---------- DATA SHOWN ----------

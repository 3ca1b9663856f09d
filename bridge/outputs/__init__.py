"""Outputs: send mapped messages to the world. They see messages only, never the classifier."""

from .base import Output, OutputStats, open_output
from .osc import OscUdpOutput, encode_osc

__all__ = ["Output", "OutputStats", "OscUdpOutput", "encode_osc", "open_output"]
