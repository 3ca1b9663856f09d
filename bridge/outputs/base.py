"""The output base class, the error for a missing system, and picking a backend by name.

An output is one destination. Subclasses override ``_send(message)`` and ``close()``;
outputs that change over time (fades, keep-alive, reconnects) also override ``tick``.
Outputs see only message values from ``bridge.mapping.messages``.
"""

from __future__ import annotations

from dataclasses import dataclass

from ..mapping import Destination


@dataclass
class OutputStats:
    """Counts since the output opened. ``overflowed`` is the part of ``dropped`` lost to a full queue."""

    sent: int = 0
    dropped: int = 0
    last_error: str = ""
    overflowed: int = 0


class OutputUnavailable(RuntimeError):
    """The system this output needs is missing; the message says what to install or start."""


class Output:
    """One destination. ``send`` counts and never raises for a network problem."""

    def __init__(self, name: str):
        self.name = name
        self.stats = OutputStats()

    def send(self, message) -> bool:
        """Send one message now; False (and counted as dropped) when it could not go out."""
        try:
            self._send(message)
        except OSError as exc:  # a network hiccup must not stop gesture processing
            self.stats.dropped += 1
            self.stats.last_error = f"{type(exc).__name__}: {exc}"
            return False
        self.stats.sent += 1
        return True

    def _send(self, message) -> None:
        raise NotImplementedError

    def tick(self, now_s: float) -> float | None:
        """Periodic work (fades, keep-alive, reconnect). Returns seconds until the next call
        is wanted, or None when nothing is pending. ``now_s`` is ``time.monotonic()``."""
        return None

    def close(self) -> None:
        """Release anything held (sockets, keys, notes, lights to safe) and let go of the device."""


def _refuse(name: str, message) -> None:
    raise TypeError(f"output {name!r} cannot send {type(message).__name__}")


def open_backend(dest: Destination) -> Output:
    """The bare output for a destination, picked by ``dest.kind`` (no queue, no thread)."""

    def osc(d):
        from .osc import OscUdpOutput
        return OscUdpOutput(d.name, d.host, d.port, broadcast=d.broadcast)

    def osc_tcp(d):
        from .osc import OscTcpOutput
        return OscTcpOutput(d.name, d.host, d.port, framing=d.osc_framing)

    def midi(d):
        from .midi import MidiPortOutput
        return MidiPortOutput(d.name, d.port_name, virtual=d.virtual, api=d.midi_api)

    def midi_file(d):
        from .midi import MidiFileOutput
        return MidiFileOutput(d.name, d.path)

    def keys(d):
        from .keys import open_keyboard, KeyOutput
        return KeyOutput(d.name, open_keyboard(d.key_backend))

    def sacn(d):
        from .sacn import SacnOutput
        return SacnOutput(d.name, universe=d.universe, host=d.host or None, port=d.port or 5568,
                          priority=d.priority, source_label=d.source_label,
                          safe_levels=dict(d.safe_levels), interface=d.interface or None,
                          keepalive_s=d.keepalive_s)

    backends = {"osc": osc, "osc-tcp": osc_tcp, "midi": midi, "midi-file": midi_file, "keys": keys, "sacn": sacn}
    if dest.kind not in backends:
        raise ValueError(f"no output backend for {dest.kind!r}; known: {', '.join(backends)}")
    return backends[dest.kind](dest)


def open_output(dest: Destination, queue_size: int = 256) -> Output:
    """The output for a destination behind its own bounded queue and worker thread.

    Raises OutputUnavailable when the system it needs is missing (no MIDI system, no
    display); the caller can carry on with its other destinations.
    """
    from .queued import QueuedOutput
    out = QueuedOutput(open_backend(dest), capacity=queue_size)
    if dest.kind == "sacn" and dest.safe_at_start:
        from ..mapping.messages import Release
        out.send(Release())  # the safe look now (and kept alive), not only from the first cue
    return out
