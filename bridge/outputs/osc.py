"""OSC 1.0 over UDP with python-osc: building a datagram is separate from sending it."""

from __future__ import annotations

import socket

from pythonosc.osc_message_builder import OscMessageBuilder

from ..mapping import OscMessage
from .base import Output


def encode_osc(message: OscMessage) -> bytes:
    """The OSC 1.0 datagram of a message (int → i, float → f, str → s, bool → T/F)."""
    b = OscMessageBuilder(address=message.address)
    for a in message.args:
        if isinstance(a, bool):
            b.add_arg(a, OscMessageBuilder.ARG_TYPE_TRUE if a else OscMessageBuilder.ARG_TYPE_FALSE)
        elif isinstance(a, int):
            b.add_arg(a, OscMessageBuilder.ARG_TYPE_INT)
        elif isinstance(a, float):
            b.add_arg(a, OscMessageBuilder.ARG_TYPE_FLOAT)
        else:
            b.add_arg(str(a), OscMessageBuilder.ARG_TYPE_STRING)
    return b.build().dgram


class OscUdpOutput(Output):
    """Sends each message as one UDP datagram to host:port."""

    def __init__(self, name: str, host: str, port: int):
        super().__init__(name)
        self.address = (host, port)
        self.sock = socket.socket(socket.AF_INET6 if ":" in host else socket.AF_INET, socket.SOCK_DGRAM)
        self.sock.setblocking(False)

    def _send(self, message: OscMessage) -> None:
        self.sock.sendto(encode_osc(message), self.address)

    def close(self) -> None:
        self.sock.close()
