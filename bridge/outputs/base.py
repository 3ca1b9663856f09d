"""The output base class: override ``send``, optionally ``close``."""

from __future__ import annotations

from dataclasses import dataclass

from ..mapping import Destination


@dataclass
class OutputStats:
    sent: int = 0
    dropped: int = 0
    last_error: str = ""


class Output:
    """One destination. Subclasses override ``_send``; ``send`` counts and never raises."""

    def __init__(self, name: str):
        self.name = name
        self.stats = OutputStats()

    def send(self, message) -> bool:
        try:
            self._send(message)
        except OSError as exc:  # a network hiccup must not stop gesture processing
            self.stats.dropped += 1
            self.stats.last_error = str(exc)
            return False
        self.stats.sent += 1
        return True

    def _send(self, message) -> None:
        raise NotImplementedError

    def close(self) -> None:
        """Release anything held (sockets, keys, notes)."""


def open_output(dest: Destination) -> Output:
    """Pick the output backend for a destination by its kind."""
    from .osc import OscUdpOutput

    backends = {"osc": OscUdpOutput}
    if dest.kind not in backends:
        raise ValueError(f"no output backend for {dest.kind!r}; known: {', '.join(backends)}")
    return backends[dest.kind](dest.name, dest.host, dest.port)
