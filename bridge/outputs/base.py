"""The output base class and the error for a missing system (backends by name: ``registry``).

An output is one destination. Subclasses override ``_send(message)`` and ``close()``;
outputs that change over time (fades, keep-alive, reconnects) also override ``tick``.
Outputs see only message values from ``bridge.mapping.messages``.
"""

from __future__ import annotations

from dataclasses import dataclass


@dataclass
class OutputStats:
    """Counts since the output opened. ``overflowed`` is the part of ``dropped`` lost to a full queue."""

    sent: int = 0
    dropped: int = 0
    last_error: str = ""
    overflowed: int = 0
    on_close: str = ""   # what closing let go of, in words for the operator


def closing_summary(output) -> str:
    """What a closed output did, for the operator: 'sent N, dropped M[; last error: ...][; on
    stop: what closing let go of]' (a queued output's own output says what it let go)."""
    s = output.stats
    let_go = getattr(getattr(output, "inner", output), "stats", s).on_close
    return (f"sent {s.sent}, dropped {s.dropped}" + (f"; last error: {s.last_error}" if s.last_error else "")
            + (f"; on stop: {let_go}" if let_go else ""))


class OutputUnavailable(RuntimeError):
    """The system this output needs is missing; the message says what to install or start."""


class Output:
    """One destination. ``send`` counts and never raises for a network problem."""

    def __init__(self, name: str):
        self.name = name
        self.stats = OutputStats()

    def send(self, message) -> bool:
        """Send one message now; False (and counted as dropped) when it could not go out."""
        try:
            self._send(message)
        except OSError as exc:  # a network hiccup must not stop gesture processing
            self.stats.dropped += 1
            self.stats.last_error = f"{type(exc).__name__}: {exc}"
            return False
        self.stats.sent += 1
        return True

    def _send(self, message) -> None:
        raise NotImplementedError

    def tick(self, now_s: float) -> float | None:
        """Periodic work (fades, keep-alive, reconnect). Returns seconds until the next call
        is wanted, or None when nothing is pending. ``now_s`` is ``time.monotonic()``."""
        return None

    def close(self) -> None:
        """Release anything held (sockets, keys, notes, lights to safe) and let go of the device."""


def _refuse(name: str, message) -> None:
    raise TypeError(f"output {name!r} cannot send {type(message).__name__}")
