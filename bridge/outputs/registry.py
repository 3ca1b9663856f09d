"""Output backends picked by name: the one place that knows every concrete output.

``open_backend(destination)`` makes the bare output for ``destination.kind``;
``open_output`` puts it behind its own queue and worker thread. The base class
(``base.Output``) knows none of them; MIDI, keys and sACN are imported only when used,
so their optional packages are needed only by those who send to them.
"""

from __future__ import annotations

from ..mapping import Destination
from .base import Output


def open_backend(dest: Destination) -> Output:
    """The bare output for a destination, picked by ``dest.kind`` (no queue, no thread)."""

    def osc(d):
        from .osc import OscUdpOutput
        return OscUdpOutput(d.name, d.host, d.port, broadcast=d.broadcast)

    def osc_tcp(d):
        from .osc import OscTcpOutput
        return OscTcpOutput(d.name, d.host, d.port, framing=d.osc_framing)

    def midi(d):
        from .midi import MidiPortOutput
        return MidiPortOutput(d.name, d.port_name, virtual=d.virtual, api=d.midi_api)

    def midi_file(d):
        from .midi import MidiFileOutput
        return MidiFileOutput(d.name, d.path)

    def keys(d):
        from .keys import open_keyboard, KeyOutput
        return KeyOutput(d.name, open_keyboard(d.key_backend), reopen=lambda: open_keyboard(d.key_backend))

    def sacn(d):
        from .sacn import SacnOutput
        return SacnOutput(d.name, universe=d.universe, host=d.host or None, port=d.port or 5568,
                          priority=d.priority, source_label=d.source_label,
                          safe_levels=dict(d.safe_levels), interface=d.interface or None,
                          keepalive_s=d.keepalive_s)

    backends = {"osc": osc, "osc-tcp": osc_tcp, "midi": midi, "midi-file": midi_file, "keys": keys, "sacn": sacn}
    if dest.kind not in backends:
        raise ValueError(f"no output backend for {dest.kind!r}; known: {', '.join(backends)}")
    return backends[dest.kind](dest)


def open_output(dest: Destination, queue_size: int = 256) -> Output:
    """The output for a destination behind its own bounded queue and worker thread.

    Raises OutputUnavailable when the system it needs is missing (no MIDI system, no
    display); the caller can carry on with its other destinations.
    """
    from .queued import QueuedOutput
    out = QueuedOutput(open_backend(dest), capacity=queue_size)
    if dest.kind == "sacn" and dest.safe_at_start:
        from ..mapping.messages import Release
        out.send(Release())  # the safe look now (and kept alive), not only from the first cue
    return out
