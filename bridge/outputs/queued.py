"""A bounded queue and a worker thread in front of any output, so sending never waits.

The pipeline calls ``send`` from its own thread; it only appends to a queue (or counts a
drop when the queue is full) and returns. The worker thread does the slow part: sockets,
MIDI ports, key presses, fades. A dead or slow destination therefore costs dropped
messages, never a late decision.

A ``Release`` jumps the queue: what is still waiting is discarded (counted as dropped)
and the output releases everything it holds before anything sent later.

Every worker is stopped before the interpreter goes: an output still open when the process
exits (an exception past the caller's ``close``, a script that never called it) is closed
by an exit hook, so it releases what it holds and its worker is joined while the interpreter
is whole, rather than frozen mid-call in a library (MIDI port, X connection) at shutdown.
"""

from __future__ import annotations

import atexit
import threading
import time
from collections import deque

from ..mapping.messages import Release
from .base import Output


# Outputs whose worker still runs (the worker holds its output anyway; it leaves this set as
# it ends, so the set keeps nothing alive longer).
_running: set = set()
_running_lock = threading.Lock()


@atexit.register
def _close_at_exit() -> None:
    """Close every output still open when the interpreter exits (runs before finalisation,
    while the daemon workers can still finish). Short waits: exit must not hang on a dead
    destination."""
    with _running_lock:
        still = list(_running)
    for out in still:
        out.close(drain_s=0.2, join_s=2.0)


class QueuedOutput(Output):
    """Wraps ``inner``; ``send`` never blocks. ``stats`` counts what the worker delivered."""

    def __init__(self, inner: Output, capacity: int = 256, clock=time.monotonic):
        if capacity < 1:
            raise ValueError("queue capacity must be at least 1")
        super().__init__(inner.name)
        self.inner = inner
        self.capacity = capacity
        self._clock = clock
        self._items: deque = deque()
        self._cond = threading.Condition()
        self._release: Release | None = None
        self._accepting = True
        self._stopping = False
        self._busy = False
        # A daemon thread, so a forgotten close never blocks exit; _close_at_exit stops it first.
        self._thread = threading.Thread(target=self._work, name=f"output-{inner.name}", daemon=True)
        with _running_lock:
            _running.add(self)
        self._thread.start()

    # -- the pipeline's side -------------------------------------------------------------
    def send(self, message) -> bool:
        """Queue one message; False when it was dropped (queue full or output closing)."""
        with self._cond:
            if not self._accepting:
                self._drop("output closed")
                return False
            if isinstance(message, Release):
                self._release = Release(disarm=message.disarm or (self._release is not None and self._release.disarm))
                discarded = len(self._items)
                self._items.clear()
                self.stats.dropped += discarded
                self._cond.notify()
                return True
            if len(self._items) >= self.capacity:
                self.stats.overflowed += 1
                self._drop(f"queue full ({self.capacity} waiting)")
                return False
            self._items.append(message)
            self._cond.notify()
            return True

    def pending(self) -> int:
        """Messages waiting in the queue (not counting one being sent)."""
        with self._cond:
            return len(self._items)

    def close(self, drain_s: float = 0.5, join_s: float = 3.0) -> None:
        """Let the queue drain for up to ``drain_s`` seconds, then release everything held,
        close the output and stop the worker (waiting at most ``join_s`` for it)."""
        with self._cond:
            if not self._stopping:  # a second close only waits for the worker again
                self._accepting = False
                deadline = self._clock() + drain_s
                while (self._items or self._release or self._busy) and self._thread.is_alive():
                    left = deadline - self._clock()
                    if left <= 0:
                        break
                    self._cond.wait(min(left, 0.05))
                self._stopping = True
                self._cond.notify()
        self._thread.join(join_s)
        if self._thread.is_alive():
            self.stats.last_error = f"worker still busy after {drain_s + join_s:.1f} s; left running as a daemon thread"

    # -- the worker's side ---------------------------------------------------------------
    def _drop(self, why: str) -> None:
        self.stats.dropped += 1
        self.stats.last_error = why

    def _deliver(self, message) -> None:
        try:
            ok = self.inner.send(message)
            err = self.inner.stats.last_error
        except Exception as exc:  # a bug or a refused message must not kill the worker
            ok, err = False, f"{type(exc).__name__}: {exc}"
        with self._cond:
            if ok:
                self.stats.sent += 1
            else:
                self._drop(err)

    def _tick(self) -> float | None:
        now = self._clock()
        try:
            wait = self.inner.tick(now)
        except Exception as exc:
            with self._cond:
                self.stats.last_error = f"{type(exc).__name__}: {exc}"
            return 0.5
        return None if wait is None else now + max(0.0, wait)

    def _work(self) -> None:
        due: float | None = None
        try:
            while True:
                with self._cond:
                    while not (self._items or self._release or self._stopping):
                        timeout = None if due is None else due - self._clock()
                        if timeout is not None and timeout <= 0:
                            break
                        self._cond.wait(timeout)
                    release, self._release = self._release, None
                    if self._stopping and release is None:
                        self.stats.dropped += len(self._items)
                        self._items.clear()
                        break
                    message = None
                    if release is None and self._items:
                        message = self._items.popleft()
                    self._busy = release is not None or message is not None
                if release is not None:
                    self._deliver(release)
                elif message is not None:
                    self._deliver(message)
                due = self._tick()
                with self._cond:
                    self._busy = False
                    self._cond.notify_all()
        finally:
            try:
                self.inner.close()  # every output releases what it holds when closed
            except Exception as exc:
                self.stats.last_error = f"closing: {type(exc).__name__}: {exc}"
            with self._cond:
                self._busy = False
                self._cond.notify_all()
            with _running_lock:
                _running.discard(self)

----------

• **EXERCISE GOAL**
This exercise needs every line of the listing that contains the word "OscUdpOutput".

• **ANSWER FOR THIS EXERCISE**
from .osc import OscUdpOutput, encode_osc
__all__ = ["Output", "OutputStats", "OscUdpOutput", "encode_osc", "open_output"]
        from .osc import OscUdpOutput
        return OscUdpOutput(d.name, d.host, d.port, broadcast=d.broadcast)
class OscUdpOutput(Output):
    from .osc import OscUdpOutput
    backends = {"osc": OscUdpOutput}
        from .osc import OscUdpOutput
        return OscUdpOutput(d.name, d.host, d.port, broadcast=d.broadcast)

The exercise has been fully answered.